• Exercise details
Look through the data below for the line with "filename tests/DerivGen.Tests/Randomized/DifferentialRunner.cs" and the line with "using MathNet.Numerics.Differentiation;", then output those two and all lines in between, exactly as written.

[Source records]
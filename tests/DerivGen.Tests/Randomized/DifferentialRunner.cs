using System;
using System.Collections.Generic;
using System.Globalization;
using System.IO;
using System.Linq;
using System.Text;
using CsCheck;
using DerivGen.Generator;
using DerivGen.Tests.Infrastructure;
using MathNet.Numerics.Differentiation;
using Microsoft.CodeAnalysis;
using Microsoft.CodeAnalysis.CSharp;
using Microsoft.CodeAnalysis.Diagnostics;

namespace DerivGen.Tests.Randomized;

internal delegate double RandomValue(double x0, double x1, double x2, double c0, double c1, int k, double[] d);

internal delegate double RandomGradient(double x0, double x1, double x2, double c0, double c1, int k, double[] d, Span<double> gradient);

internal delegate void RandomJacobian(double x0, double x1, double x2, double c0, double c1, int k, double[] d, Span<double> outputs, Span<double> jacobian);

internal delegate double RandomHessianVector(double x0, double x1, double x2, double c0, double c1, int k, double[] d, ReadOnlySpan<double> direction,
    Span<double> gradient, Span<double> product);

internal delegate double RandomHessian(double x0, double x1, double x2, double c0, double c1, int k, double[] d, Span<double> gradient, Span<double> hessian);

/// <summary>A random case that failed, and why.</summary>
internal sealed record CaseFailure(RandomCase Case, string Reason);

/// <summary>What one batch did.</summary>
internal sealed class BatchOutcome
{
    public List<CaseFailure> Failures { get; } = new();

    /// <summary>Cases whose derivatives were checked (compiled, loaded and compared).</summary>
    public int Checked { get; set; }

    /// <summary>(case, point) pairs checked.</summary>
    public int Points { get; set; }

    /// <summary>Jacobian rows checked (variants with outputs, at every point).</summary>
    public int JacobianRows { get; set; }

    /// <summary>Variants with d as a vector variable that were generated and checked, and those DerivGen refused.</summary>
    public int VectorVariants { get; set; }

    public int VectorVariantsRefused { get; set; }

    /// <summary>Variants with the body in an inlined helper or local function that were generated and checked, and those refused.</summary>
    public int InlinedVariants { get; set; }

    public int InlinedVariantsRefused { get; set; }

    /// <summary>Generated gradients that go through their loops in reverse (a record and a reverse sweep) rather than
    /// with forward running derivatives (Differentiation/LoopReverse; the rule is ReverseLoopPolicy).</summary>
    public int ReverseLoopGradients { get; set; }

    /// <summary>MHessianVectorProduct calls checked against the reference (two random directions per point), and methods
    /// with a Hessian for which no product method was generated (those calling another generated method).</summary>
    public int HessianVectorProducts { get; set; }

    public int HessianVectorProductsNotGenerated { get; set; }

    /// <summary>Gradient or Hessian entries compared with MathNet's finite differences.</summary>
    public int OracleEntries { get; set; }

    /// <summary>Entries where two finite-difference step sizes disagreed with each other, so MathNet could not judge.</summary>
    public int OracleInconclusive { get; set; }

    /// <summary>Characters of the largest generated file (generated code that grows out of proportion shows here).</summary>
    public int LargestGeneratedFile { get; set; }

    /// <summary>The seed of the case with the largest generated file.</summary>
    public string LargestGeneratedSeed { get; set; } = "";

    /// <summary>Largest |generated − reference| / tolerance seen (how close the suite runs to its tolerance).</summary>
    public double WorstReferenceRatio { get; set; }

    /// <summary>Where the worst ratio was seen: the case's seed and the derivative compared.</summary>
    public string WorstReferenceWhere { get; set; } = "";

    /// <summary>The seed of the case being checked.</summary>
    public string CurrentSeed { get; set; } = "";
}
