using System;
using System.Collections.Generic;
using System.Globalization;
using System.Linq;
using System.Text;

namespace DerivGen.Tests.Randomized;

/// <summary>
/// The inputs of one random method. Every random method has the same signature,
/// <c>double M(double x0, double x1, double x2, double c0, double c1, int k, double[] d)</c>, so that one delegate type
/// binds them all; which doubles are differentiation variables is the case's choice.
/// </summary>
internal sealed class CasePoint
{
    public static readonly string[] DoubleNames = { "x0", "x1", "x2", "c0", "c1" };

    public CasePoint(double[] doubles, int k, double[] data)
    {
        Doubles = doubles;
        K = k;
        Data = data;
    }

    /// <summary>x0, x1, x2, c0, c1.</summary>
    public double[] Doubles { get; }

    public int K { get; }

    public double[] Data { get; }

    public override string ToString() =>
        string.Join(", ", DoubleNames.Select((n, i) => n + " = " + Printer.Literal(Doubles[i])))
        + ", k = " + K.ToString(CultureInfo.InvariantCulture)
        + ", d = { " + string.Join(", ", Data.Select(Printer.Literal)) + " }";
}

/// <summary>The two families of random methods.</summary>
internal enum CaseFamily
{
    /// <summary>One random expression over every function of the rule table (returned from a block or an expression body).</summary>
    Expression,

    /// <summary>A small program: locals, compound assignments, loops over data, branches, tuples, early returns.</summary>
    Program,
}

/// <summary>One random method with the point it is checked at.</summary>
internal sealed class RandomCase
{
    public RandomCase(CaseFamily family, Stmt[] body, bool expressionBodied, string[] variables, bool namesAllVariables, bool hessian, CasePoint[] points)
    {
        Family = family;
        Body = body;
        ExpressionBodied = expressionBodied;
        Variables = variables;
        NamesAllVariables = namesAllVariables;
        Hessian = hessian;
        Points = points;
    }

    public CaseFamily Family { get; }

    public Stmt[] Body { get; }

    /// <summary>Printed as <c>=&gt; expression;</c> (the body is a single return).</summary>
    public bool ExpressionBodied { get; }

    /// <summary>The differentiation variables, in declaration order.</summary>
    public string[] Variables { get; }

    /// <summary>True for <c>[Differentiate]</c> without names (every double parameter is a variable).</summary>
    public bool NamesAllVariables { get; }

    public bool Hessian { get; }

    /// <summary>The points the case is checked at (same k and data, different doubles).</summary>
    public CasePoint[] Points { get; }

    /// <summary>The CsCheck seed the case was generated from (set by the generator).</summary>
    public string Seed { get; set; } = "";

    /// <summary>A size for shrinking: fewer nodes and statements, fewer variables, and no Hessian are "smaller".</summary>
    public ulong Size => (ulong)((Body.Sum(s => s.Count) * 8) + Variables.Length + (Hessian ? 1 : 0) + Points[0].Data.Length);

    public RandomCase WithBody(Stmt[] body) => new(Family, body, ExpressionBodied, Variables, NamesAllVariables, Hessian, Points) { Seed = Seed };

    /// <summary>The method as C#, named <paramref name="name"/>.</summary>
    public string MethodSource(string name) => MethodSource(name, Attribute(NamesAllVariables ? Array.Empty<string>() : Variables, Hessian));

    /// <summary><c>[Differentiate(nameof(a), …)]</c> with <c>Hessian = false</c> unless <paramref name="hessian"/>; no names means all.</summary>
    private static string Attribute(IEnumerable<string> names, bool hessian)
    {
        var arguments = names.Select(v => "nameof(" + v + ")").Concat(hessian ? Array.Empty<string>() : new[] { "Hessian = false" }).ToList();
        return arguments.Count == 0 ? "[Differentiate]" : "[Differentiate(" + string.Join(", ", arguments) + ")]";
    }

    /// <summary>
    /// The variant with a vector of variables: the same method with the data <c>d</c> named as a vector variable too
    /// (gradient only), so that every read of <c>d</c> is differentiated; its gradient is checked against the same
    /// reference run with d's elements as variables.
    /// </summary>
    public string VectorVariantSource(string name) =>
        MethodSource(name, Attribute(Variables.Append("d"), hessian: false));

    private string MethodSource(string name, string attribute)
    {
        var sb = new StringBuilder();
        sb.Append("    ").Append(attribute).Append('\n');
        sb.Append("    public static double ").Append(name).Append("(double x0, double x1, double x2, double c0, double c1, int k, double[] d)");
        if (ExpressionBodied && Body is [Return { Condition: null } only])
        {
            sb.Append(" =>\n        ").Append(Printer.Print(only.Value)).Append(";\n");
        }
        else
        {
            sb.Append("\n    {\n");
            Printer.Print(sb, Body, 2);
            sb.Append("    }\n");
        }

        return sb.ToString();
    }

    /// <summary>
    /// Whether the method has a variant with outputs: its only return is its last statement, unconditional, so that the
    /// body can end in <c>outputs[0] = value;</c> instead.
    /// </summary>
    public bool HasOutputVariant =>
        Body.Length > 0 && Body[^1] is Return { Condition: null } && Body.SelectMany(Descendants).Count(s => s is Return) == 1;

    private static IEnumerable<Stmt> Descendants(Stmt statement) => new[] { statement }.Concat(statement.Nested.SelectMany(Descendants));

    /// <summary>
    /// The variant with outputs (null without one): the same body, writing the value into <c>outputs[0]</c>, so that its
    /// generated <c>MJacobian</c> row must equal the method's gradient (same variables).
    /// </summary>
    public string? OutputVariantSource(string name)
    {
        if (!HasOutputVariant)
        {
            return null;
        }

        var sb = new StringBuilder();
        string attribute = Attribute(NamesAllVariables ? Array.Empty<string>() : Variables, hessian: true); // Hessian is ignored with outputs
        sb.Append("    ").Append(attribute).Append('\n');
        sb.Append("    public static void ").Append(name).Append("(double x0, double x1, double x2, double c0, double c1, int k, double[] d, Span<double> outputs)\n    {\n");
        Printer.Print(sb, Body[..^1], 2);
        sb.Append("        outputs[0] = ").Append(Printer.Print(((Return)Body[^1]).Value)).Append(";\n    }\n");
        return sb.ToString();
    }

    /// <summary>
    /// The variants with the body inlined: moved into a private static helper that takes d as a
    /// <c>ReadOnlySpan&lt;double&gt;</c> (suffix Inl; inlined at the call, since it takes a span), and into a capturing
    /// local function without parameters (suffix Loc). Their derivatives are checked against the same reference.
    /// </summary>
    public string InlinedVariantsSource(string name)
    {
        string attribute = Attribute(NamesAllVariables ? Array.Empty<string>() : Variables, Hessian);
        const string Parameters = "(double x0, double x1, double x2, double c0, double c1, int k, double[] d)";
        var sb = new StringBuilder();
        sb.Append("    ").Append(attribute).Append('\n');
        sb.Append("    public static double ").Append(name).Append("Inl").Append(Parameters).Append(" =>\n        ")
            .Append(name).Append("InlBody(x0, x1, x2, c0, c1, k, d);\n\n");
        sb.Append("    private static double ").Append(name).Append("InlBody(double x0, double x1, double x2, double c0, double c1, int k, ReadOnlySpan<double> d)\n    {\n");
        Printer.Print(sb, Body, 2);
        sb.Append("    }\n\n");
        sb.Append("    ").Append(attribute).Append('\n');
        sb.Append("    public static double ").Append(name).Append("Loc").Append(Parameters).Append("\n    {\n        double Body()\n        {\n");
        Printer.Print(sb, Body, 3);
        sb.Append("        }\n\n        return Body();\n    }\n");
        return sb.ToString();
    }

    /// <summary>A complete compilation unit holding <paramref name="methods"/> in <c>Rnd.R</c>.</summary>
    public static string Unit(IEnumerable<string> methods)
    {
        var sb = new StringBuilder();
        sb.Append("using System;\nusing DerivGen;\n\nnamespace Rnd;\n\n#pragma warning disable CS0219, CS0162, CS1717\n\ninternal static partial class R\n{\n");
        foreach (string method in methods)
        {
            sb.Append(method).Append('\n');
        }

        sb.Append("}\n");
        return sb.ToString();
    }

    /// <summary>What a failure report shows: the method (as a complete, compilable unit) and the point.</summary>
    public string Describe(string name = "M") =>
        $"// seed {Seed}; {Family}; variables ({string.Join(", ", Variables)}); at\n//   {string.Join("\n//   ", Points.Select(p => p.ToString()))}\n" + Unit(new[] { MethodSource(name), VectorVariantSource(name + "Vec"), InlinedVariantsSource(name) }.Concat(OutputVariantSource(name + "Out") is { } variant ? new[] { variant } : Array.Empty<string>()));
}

* * *

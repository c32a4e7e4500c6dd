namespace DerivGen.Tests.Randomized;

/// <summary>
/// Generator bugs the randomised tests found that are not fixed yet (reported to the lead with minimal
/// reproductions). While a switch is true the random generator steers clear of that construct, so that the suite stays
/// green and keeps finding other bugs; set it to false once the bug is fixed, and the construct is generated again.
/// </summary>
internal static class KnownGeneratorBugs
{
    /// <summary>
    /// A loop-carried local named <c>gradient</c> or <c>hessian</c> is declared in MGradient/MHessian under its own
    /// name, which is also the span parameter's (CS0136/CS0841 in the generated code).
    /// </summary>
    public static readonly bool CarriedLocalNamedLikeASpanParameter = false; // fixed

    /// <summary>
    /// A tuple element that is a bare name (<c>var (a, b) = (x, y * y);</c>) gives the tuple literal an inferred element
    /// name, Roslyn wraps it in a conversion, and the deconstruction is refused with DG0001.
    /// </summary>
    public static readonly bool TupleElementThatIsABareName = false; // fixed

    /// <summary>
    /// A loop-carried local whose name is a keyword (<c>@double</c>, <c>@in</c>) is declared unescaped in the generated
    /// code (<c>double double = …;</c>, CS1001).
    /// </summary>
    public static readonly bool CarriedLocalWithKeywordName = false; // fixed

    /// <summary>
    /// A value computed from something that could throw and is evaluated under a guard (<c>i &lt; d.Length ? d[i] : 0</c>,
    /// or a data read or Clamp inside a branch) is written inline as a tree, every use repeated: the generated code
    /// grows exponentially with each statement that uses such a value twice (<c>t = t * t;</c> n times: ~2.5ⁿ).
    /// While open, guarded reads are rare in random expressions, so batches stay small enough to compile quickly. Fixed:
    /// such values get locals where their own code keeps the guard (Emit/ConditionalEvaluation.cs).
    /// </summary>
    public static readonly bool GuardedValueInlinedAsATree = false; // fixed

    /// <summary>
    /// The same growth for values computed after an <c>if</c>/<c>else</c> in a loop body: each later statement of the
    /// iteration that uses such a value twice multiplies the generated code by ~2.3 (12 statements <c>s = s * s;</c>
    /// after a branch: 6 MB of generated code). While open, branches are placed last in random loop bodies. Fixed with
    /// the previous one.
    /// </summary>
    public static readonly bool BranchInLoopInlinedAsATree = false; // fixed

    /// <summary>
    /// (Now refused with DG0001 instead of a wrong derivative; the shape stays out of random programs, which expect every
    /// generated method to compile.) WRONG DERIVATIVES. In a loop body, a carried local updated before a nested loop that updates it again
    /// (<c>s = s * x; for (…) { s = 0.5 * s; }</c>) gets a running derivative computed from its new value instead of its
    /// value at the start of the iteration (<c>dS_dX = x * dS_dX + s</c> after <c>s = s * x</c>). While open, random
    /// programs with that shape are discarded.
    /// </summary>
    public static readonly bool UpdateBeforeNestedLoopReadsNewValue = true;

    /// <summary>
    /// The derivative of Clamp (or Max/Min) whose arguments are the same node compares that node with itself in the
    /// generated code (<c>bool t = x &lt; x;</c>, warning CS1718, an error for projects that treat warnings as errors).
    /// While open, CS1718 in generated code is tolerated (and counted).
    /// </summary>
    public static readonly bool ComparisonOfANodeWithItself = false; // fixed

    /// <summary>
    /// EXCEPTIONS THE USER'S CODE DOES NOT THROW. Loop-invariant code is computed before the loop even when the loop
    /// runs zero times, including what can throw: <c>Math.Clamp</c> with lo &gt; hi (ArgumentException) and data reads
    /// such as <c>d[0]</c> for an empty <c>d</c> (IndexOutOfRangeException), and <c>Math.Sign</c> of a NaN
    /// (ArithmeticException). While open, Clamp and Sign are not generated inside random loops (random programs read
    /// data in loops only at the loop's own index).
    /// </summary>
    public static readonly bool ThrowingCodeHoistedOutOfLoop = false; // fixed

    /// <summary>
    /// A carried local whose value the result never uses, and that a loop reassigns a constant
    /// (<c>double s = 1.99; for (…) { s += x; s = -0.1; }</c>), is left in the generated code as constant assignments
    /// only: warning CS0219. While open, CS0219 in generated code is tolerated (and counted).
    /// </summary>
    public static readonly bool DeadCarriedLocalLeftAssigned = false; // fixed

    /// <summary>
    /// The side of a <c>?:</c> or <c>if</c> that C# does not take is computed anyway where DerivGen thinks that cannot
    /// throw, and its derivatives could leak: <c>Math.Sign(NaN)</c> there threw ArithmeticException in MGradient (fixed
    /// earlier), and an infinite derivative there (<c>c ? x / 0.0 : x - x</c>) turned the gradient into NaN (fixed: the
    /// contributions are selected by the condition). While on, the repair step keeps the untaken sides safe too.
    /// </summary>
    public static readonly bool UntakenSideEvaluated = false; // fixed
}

• Response
filename tests/DerivGen.Tests/Randomized/DifferentialRunner.cs
using System;
using System.Collections.Generic;
using System.Globalization;
using System.IO;
using System.Linq;
using System.Text;
using CsCheck;
using DerivGen.Generator;
using DerivGen.Tests.Infrastructure;
using MathNet.Numerics.Differentiation;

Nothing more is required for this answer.